[Collected data entries]
= = = = = = =
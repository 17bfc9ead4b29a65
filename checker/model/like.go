package model

import (
	"slices"
	"strings"

	"kern/lang"
)

// takenOver moves a problem of a line that the member takes over to where it
// says so: the line is right where it stands. It is false when the line's own
// member has the same problem and reports it.
func (w *memberReader) takenOver(d lang.Diagnostic) (lang.Diagnostic, bool) {
	switch d.Rule {
	case "level-without-levels", "outside-the-member":
		if !w.ownHeight {
			return d, false
		}
	case "defined-by-itself": // a line about another member's result, which is this member's own
	default:
		return d, false
	}
	p := lang.Problem{Rule: d.Rule, Span: w.asSpan, Message: "a line that is taken over does not fit: " + d.Message,
		Related: []lang.Related{{Place: lang.Place{Decl: d.Decl, Span: d.Span}, Message: "the line"}}}
	return lang.Diagnostic{Decl: w.m.Decl, Problem: p}, true
}

// inherited gives the statements of the member: its own, and those of the
// member it is "as", unless it says anything with the same word.
func (w *memberReader) inherited(r *reader, s *lang.Stmt, depth int) []declared {
	var own []declared
	said := map[string]bool{}
	if s.Body != nil {
		for _, b := range s.Body.Stmts {
			own = append(own, declared{r.decl, b})
			said[sameWord(b.Word)] = true
		}
	}
	if _, ok := r.word("as"); !ok {
		return own
	}
	e := r.take()
	if e == nil || e.Kind != lang.NameExpr {
		r.fail("wrong-form", r.after(), "'as' names the member to be like")
		w.m.Missing = append(w.m.Missing, "the member to be like is not named")
		return own
	}
	n, ok := w.env.Names[e.Text]
	switch {
	case !ok || n.Kind != MemberName:
		r.problem(*w.env.unknownName(e, "member", []NameKind{MemberName}))
	case depth == 0 && w.circle(s) != "":
		r.fail("defined-by-itself", e.Span, "a member cannot be like itself: %s", w.circle(s))
	case slices.Contains(w.chain, n.Stmt):
		r.problem(*lang.Silent) // the circle is reported where it closes
	case depth >= maxLikeness:
		r.fail("defined-by-itself", e.Span, "more than %d members lean on one another in a row", maxLikeness)
	default:
		w.chain = append(w.chain, n.Stmt)
		if depth == 0 {
			w.asSpan, w.ownHeight = e.Span, said["height"]
		}
		w.m.Uses = append(w.m.Uses, n)
		if w.m.As == nil {
			w.m.As = n.Place.Decl
		}
		base := *r
		base.decl, base.stmt = n.Place.Decl, n.Stmt
		base.args = n.Stmt.Args[2*len(memberNames(n.Stmt))-1:]
		if len(base.args) > 0 && base.args[0].Kind == lang.StringExpr {
			base.args = base.args[1:]
		}
		from := w.inherited(&base, n.Stmt, depth+1)
		if n.Stmt.Broken || hurt(n.Place.Decl, n.Stmt) {
			w.m.Missing = append(w.m.Missing, "'"+e.Text+"' has an error")
		}
		if base.failed {
			r.failed = true
		}
		var out []declared
		for _, b := range from {
			if !said[sameWord(b.stmt.Word)] {
				out = append(out, b)
			}
		}
		return append(out, own...)
	}
	w.m.Missing = append(w.m.Missing, "the member to be like is not known")
	return own
}

// maxLikeness bounds how many members may lean on one another in a row.
const maxLikeness = 100

// circle writes the chain of members that leads from a member back to itself,
// "A → B → A"; "" when it does not.
func (w *memberReader) circle(s *lang.Stmt) string {
	seen := []*lang.Stmt{s}
	var names []string
	for len(seen) <= maxLikeness {
		last := seen[len(seen)-1]
		own := memberNames(last)
		i := slices.IndexFunc(last.Args, func(e *lang.Expr) bool { return e.Is("as") })
		if len(own) == 0 || i < 0 || i+1 >= len(last.Args) {
			return ""
		}
		if len(names) == 0 {
			names = append(names, own[0].Text)
		}
		n := w.env.Names[last.Args[i+1].Text]
		switch {
		case n == nil || n.Kind != MemberName:
			return ""
		case n.Stmt == s:
			if len(names) > 6 {
				names = append(names[:6], "…")
			}
			return strings.Join(append(names, names[0]), " → ")
		case slices.Contains(seen, n.Stmt):
			return "" // the circle lies further on
		}
		seen, names = append(seen, n.Stmt), append(names, n.Name)
	}
	return ""
}
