package model

import "slices"

// Shares tells whether two readings of a calculation have the very same shared
// declarations, so that a member's text means the same in both but for the
// members that it names.
func (env *Env) Shares(old *Env) bool { return slices.Equal(env.decls, old.decls) }

// Owns tells whether the names of a member's statement belong to it alone: none
// of them is given twice.
func (env *Env) Owns(m *Member) bool {
	for _, e := range memberNames(m.Stmt) {
		if n, ok := env.Names[e.Text]; !ok || n.Stmt != m.Stmt {
			return false
		}
	}
	return true
}

// Bad tells whether the definition of a name has an error of its own.
func (env *Env) Bad(n *Named) bool {
	switch {
	case n.Kind == MaterialName && n.Index >= 0:
		return env.Materials[n.Index].Bad
	case n.Kind == SectionName && n.Index >= 0:
		return env.Sections[n.Index].Bad
	}
	return n.Bad
}
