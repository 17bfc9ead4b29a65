package model

import (
	"math"

	"kern/checker/catalogue"
	"kern/lang"
	"kern/lang/unit"
)

// materials reads the materials.
func (b *builder) materials() {
	for _, d := range b.of("material") {
		r := b.reader(d)
		name := r.name("a material")
		if name == nil {
			continue
		}
		n := b.env.Names[name.Text]
		if n == nil || n.Stmt != d.stmt {
			continue // given twice, or a word that the language has taken
		}
		m := &Material{Name: name.Text, Place: r.place(name.Span), Bad: hurt(d.decl, d.stmt)}
		n.Index = len(b.env.Materials)
		b.env.Materials = append(b.env.Materials, m)
		if d.stmt.Body != nil {
			r.end()
			m.Bad = m.Bad || r.failed
			b.statedMaterial(d, m)
			continue
		}
		if e := r.take(); e == nil || e.Kind != lang.EqualsExpr {
			r.fail("wrong-form", d.stmt.Line, "a material is a published grade or a block: material %s = \"S355\" per \"EN 10025-2\", or material %s { E = …; fy = … }", name.Text, name.Text)
			m.Bad = true
			continue
		}
		if !readGrade(r, m) || !r.end() {
			m.Bad = true
		}
	}
}

// readGrade reads "S355" per "EN 10025-2".
func readGrade(r *reader, m *Material) bool {
	e := r.peek()
	grade, ok := r.text("the steel grade")
	if !ok {
		return false
	}
	standard := ""
	var at *lang.Expr
	if _, per := r.word("per"); per {
		at = r.peek()
		if standard, ok = r.text("the product standard"); !ok {
			return false
		}
	}
	g, ok := catalogue.FindGrade(grade, standard)
	if n := r.env.Names[e.Text]; !ok && n != nil && n.Kind == MaterialName {
		r.problem(unquoted(e, "a material of the calculation"))
		return false
	}
	if !ok {
		if _, elsewhere := catalogue.FindGrade(grade, ""); elsewhere && standard != "" {
			r.fail("unknown-grade", at.Span, "'%s' has no grade '%s'", standard, grade)
			return false
		}
		p := lang.Problem{Rule: "unknown-grade", Span: e.Span, Message: "'" + grade + "' is no steel grade of the catalogue"}
		near := catalogue.NearestGrades(grade, 3)
		if len(near) > 0 {
			p.Message += "; the nearest are " + lang.OrList(near)
		}
		p.Notes = append(p.Notes, "own values: material NAME { E = 210 GPa; fy = 355 MPa; density = 7850 kg/m3 }")
		for _, n := range near {
			p.Fixes = append(p.Fixes, lang.Replace("Write "+n, false, e.Span, `"`+n+`"`))
		}
		r.problem(p)
		return false
	}
	m.grade(g)
	return true
}

// GradedMaterial is a steel grade as a calculation has it that names it.
func GradedMaterial(g catalogue.Grade) *Material {
	m := &Material{Name: g.Name}
	m.grade(g)
	return m
}

func (m *Material) grade(g catalogue.Grade) {
	m.Grade = &g
	m.E, m.G, m.Density = g.E, g.G, g.Density
	m.Nu = 0.3
	m.Fy, m.Fu = unknown, unknown
}

// Ranges outside of which a material value is a slip of the unit, not a
// material: from plastics and wood along the grain to tungsten.
var (
	wantE       = want{what: "Young's modulus", dim: unit.Stress, unit: "GPa", min: 0.5e9, max: 1000e9}
	wantG       = want{what: "the shear modulus", dim: unit.Stress, unit: "GPa", min: 0.05e9, max: 500e9}
	wantFy      = want{what: "the yield strength", dim: unit.Stress, unit: "MPa", min: 1e6, max: 5e9}
	wantFu      = want{what: "the ultimate strength", dim: unit.Stress, unit: "MPa", min: 1e6, max: 5e9}
	wantDensity = want{what: "the density", dim: unit.Density, unit: "kg/m3", min: 50, max: 25000}
)

// statedMaterial reads a material's block.
func (b *builder) statedMaterial(d declared, m *Material) {
	m.E, m.G, m.Fy, m.Fu, m.Density, m.Nu = unknown, unknown, unknown, unknown, unknown, unknown
	set := func(to *float64, w want) func(r *reader) {
		return func(r *reader) {
			if v, _, ok := r.quantity(w); ok {
				*to = v
			}
		}
	}
	ok := b.body("material", d, d.stmt.Body, map[string]func(r *reader){
		"E": set(&m.E, wantE), "G": set(&m.G, wantG), "fy": set(&m.Fy, wantFy), "fu": set(&m.Fu, wantFu),
		"density": set(&m.Density, wantDensity),
		"nu":      set(&m.Nu, want{what: "Poisson's ratio", max: 0.5, zero: true}),
	})
	m.Bad = m.Bad || !ok
	if math.IsNaN(m.E) && ok {
		r := b.reader(d)
		r.fail("missing-value", m.Place.Span, "the material '%s' has no Young's modulus: E = 210 GPa", m.Name)
		m.Bad = true
	}
	if math.IsNaN(m.G) {
		if math.IsNaN(m.Nu) {
			m.Nu = 0.3
			m.Assumed = append(m.Assumed, "nu = 0.3 for '"+m.Name+"'")
		}
		m.G = m.E / (2 * (1 + m.Nu))
	}
}
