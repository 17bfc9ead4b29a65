package model

import (
	"strings"

	"kern/checker/catalogue"
	"kern/lang"
	"kern/lang/unit"
)

// Choice are the sections that a calculation permits for a member.
type Choice struct {
	Families []string // of the catalogue, as it spells them
	// MaxDepth and MaxWidth are the greatest outside dimensions, m; 0 for none.
	MaxDepth, MaxWidth float64
	Place              lang.Place
}

// choose reads
//
//	choose section from FAMILY[, FAMILY …] [with depth|width <= LENGTH [and depth|width <= LENGTH]]
func (w *memberReader) choose(r *reader) {
	c := &Choice{Place: r.place(r.stmt.Line)}
	if _, ok := r.wordOf("what is chosen", "section"); !ok {
		return
	}
	if _, ok := r.wordOf("the list of families", "from"); !ok {
		return
	}
	for {
		e := r.peek()
		if e == nil || e.Kind != lang.NameExpr && e.Kind != lang.StringExpr {
			r.fail("wrong-form", r.after(), "a family of sections is missing: choose section from HEB, HEA with depth <= 200 mm")
			return
		}
		r.take()
		family := ""
		for _, f := range catalogue.Families() {
			if strings.EqualFold(f, e.Text) {
				family = f
			}
		}
		if family == "" {
			p := lang.Problem{Rule: "unknown-section", Span: e.Span, Message: "'" + clip(e.Text) + "' is no family of the catalogue"}
			near, sure := nearest(strings.ToUpper(e.Text), catalogue.Families(), 3)
			if len(near) > 0 {
				p.Message += "; the nearest are " + lang.OrList(near)
			}
			for _, n := range near {
				p.Fixes = append(p.Fixes, lang.Replace("Write "+n, sure && len(near) == 1, e.Span, n))
			}
			r.problem(p)
			return
		}
		c.Families = append(c.Families, family)
		if next := r.peek(); next == nil || next.Kind != lang.CommaExpr {
			break
		}
		r.take()
	}
	if _, ok := r.word("with"); ok {
		for {
			what, ok := r.wordOf("what is bounded", "depth", "width")
			if !ok {
				return
			}
			sign := r.take()
			if sign == nil || sign.Kind != lang.CompareExpr || sign.Text != "<=" {
				r.fail("wrong-form", r.stmt.Line, "a dimension of the section is bounded from above: %s <= 200 mm", what)
				return
			}
			v, _, ok := r.quantity(want{what: "the greatest " + what, dim: unit.Length, unit: "mm", min: 0.01, max: 5})
			if !ok {
				return
			}
			to := map[string]*float64{"depth": &c.MaxDepth, "width": &c.MaxWidth}[what]
			if *to > 0 {
				r.fail("value-given-twice", r.stmt.Line, "the greatest %s is given twice", what)
				return
			}
			*to = v
			if _, more := r.word("and"); !more {
				break
			}
		}
	}
	w.m.Choice = c
}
= = = = = = =
[Task requirements] Lines that contain "whether" are to be copied from the records above.

[Reply]
// Shares tells whether two readings of a calculation have the very same shared
// Owns tells whether the names of a member's statement belong to it alone: none
// Bad tells whether the definition of a name has an error of its own.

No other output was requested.